Now take the case of a vein of lead-glance, copper pyrites, red silver ore, and the like, cropping up not too far beneath the surface—as they are so often found to lie hidden a few feet only beneath the vegetable soil—and of a high-sensitive directing his steps above them with some degree of attention; can you doubt even for a moment, after what you now know, that he would become aware of them through his sensations, and would be able to point out the exact spot where they are located?

6

And other things too, such as the outcrops of coal-beds, are sure to have a quite different effect on a man highly sensitive to odic excitation, than the sandstone and shale in which they lie. When such a man has previously observed the odic sensations produced upon him by masses of coal, and recorded them in his memory, he will at once be able to tell when he is walking over a coal-bed.
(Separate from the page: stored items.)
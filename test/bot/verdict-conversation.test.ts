// The verdict first (issue 17 item 7), as a whole conversation on the demo data (invented
// Skerrywake bookings, ending 18 June 2025): a yes-or-no request about the year so far gets its
// answer as the summary's first line, and the figure agrees with a plain reduction of the raw rows.
import { mkdtempSync, readFileSync, writeFileSync } from 'node:fs';
import { tmpdir } from 'node:os';
import { join } from 'node:path';
import { DuckDBInstance } from '@duckdb/node-api';
import { beforeAll, describe, expect, it } from 'vitest';
import type { RecordedThread } from '../../adapters/file-thread/FileThread.js';
import { ask } from '../../cli/ask.js';
import { demoFixture } from '../helpers/demo-fixture.js';

let dir: string;
let thread: RecordedThread;
let databasePath: string;

beforeAll(async () => {
  const demo = await demoFixture();
  databasePath = demo.databasePath;
  dir = mkdtempSync(join(tmpdir(), 'tc-verdict-'));
  writeFileSync(join(dir, 'answers.yaml'), 'audience: managers\ngrain: month\nwindow: all\nplan: go\n');
  const r = await ask({
    configFile: demo.configPath,
    request: 'Is revenue growing on last year so far this year?',
    answersFile: join(dir, 'answers.yaml'),
    outDir: join(dir, 'out'),
    now: new Date('2025-06-19T09:00:00Z'),
  });
  expect(r.end).toBe('done');
  thread = r.thread.thread;
}, 300_000);

/** Revenue from 1 January to 18 June of a year, summed from the raw rows in plain JavaScript. */
async function revenueToJune18(year: number): Promise<number> {
  const db = await DuckDBInstance.create(databasePath, { access_mode: 'READ_ONLY' });
  const con = await db.connect();
  const reader = await con.runAndReadAll('SELECT CAST(sail_date AS VARCHAR) AS d, CAST(fare_total AS VARCHAR) AS f FROM bookings');
  let total = 0;
  for (const [d, f] of reader.getRows() as [string, string][]) {
    if (d >= `${year}-01-01` && d <= `${year}-06-18`) total += Number(f);
  }
  con.closeSync();
  db.closeSync();
  return total;
}

describe('"Is revenue growing on last year so far this year?"', () => {
  it('answers first, with the year so far against the same dates a year earlier', async () => {
    const summary = thread.posts.find((p) => p.author === 'threadcount' && p.text.startsWith('*Summary*'))!;
    const first = summary.text.split('\n')[1]!;
    const change = (await revenueToJune18(2025)) / (await revenueToJune18(2024)) - 1;
    // The demo's 2025 runs below 2024 so far, so the answer to "growing?" is no.
    expect(change).toBeLessThan(-0.01);
    const pct = (Math.abs(change) * 100).toFixed(1);
    expect(first).toMatch(new RegExp(`^- No: revenue is ${pct.replace('.', '\\.')}% below last year so far \\(January to 18 June\\)\\. \\(see \\d+\\)$`));
    // The answer it points to is the growth answer, which states the same figure.
    const see = Number(/\(see (\d+)\)$/.exec(first)![1]);
    const answer = thread.posts.find((p) => p.text.startsWith(`*${see}. `))!;
    expect(answer.text).toContain(`2025 so far: −${pct}%`);
  });

  it('still lists the other takeaways after the verdict, and sends the digest', () => {
    const summary = thread.posts.find((p) => p.author === 'threadcount' && p.text.startsWith('*Summary*'))!;
    const lines = summary.text.split('\n').filter((l) => l.startsWith('- ') && /\(see \d+\)$/.test(l));
    expect(lines.length).toBeGreaterThan(2);
    expect(summary.files.map((f) => f.kind)).toEqual(['digest']);
    const png = readFileSync(join(dir, 'out', summary.files[0]!.path));
    expect(png.readUInt32BE(16)).toBe(1600);
  });
});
No other man will be able to perceive anything of the matter, but a high-sensitive will tell you straight off with perfect assurance: there, or there beyond, this mineral or that lies underground; and excavation will justify the apparent miracle; which up to the present has seemed all the more astonishing from the fact that the finder has been unable to account to himself satisfactorily for the matter, and much less to anyone else.

7

The miracle is now made plain; it is nothing else than a purely physical influence of the odic dynamid on the human nervous system; it takes effect like an occult sense, about which no one is in a position to draw any conclusion; and a large number of the incidents ascribable to instinct in animals will find their explanation on the same lines as those I have just given for the metal- and ore-finder.

8

And now, my friend, there you have in their completeness the final secrets of the divining-rod, not, it is true, of the rod as such in its literal sense, with its alleged dipping and twisting and thrashing out—I take all that to have been nothing more than the hocus-pocus of the art, contrived for the curious multitude, to whom those pestered by their enquiries had to give some tangible reply—but of the hitherto deep-hid, substantial kernel of the matter.

9

The perception of the sensitive can be uncommonly developed by practice. When I get new people to deal with, their indications are sometimes strikingly subject to fluctuation, and it is only after two or three sittings that everything begins to clear up and become definite. But a prolonged period of practice in these perceptions brings decision and readiness, and I have medium-sensitives who, in virtue of a six and seven years' familiarity, have attained to an acuteness of discrimination that more often than not makes them superior to nigh-sensitives who are novices.

10

Such men will in future be of great utility in relation to the counterfeiting of goods. Anyone who is a good sensitive is fairly sure to possess the faculty of distinguishing genuine gold and silver from the plating on copper. But this faculty can be extended by practice for all sorts of mixtures, so much so that the stock in a druggist's shop, for instance, could be judged in the matter of its retention or loss of efficient principles. Indeed, I shall perhaps show you later on what astonishing diagnoses of sick patients can be obtained from the mere sense of feeling exerted by sensitives in good health.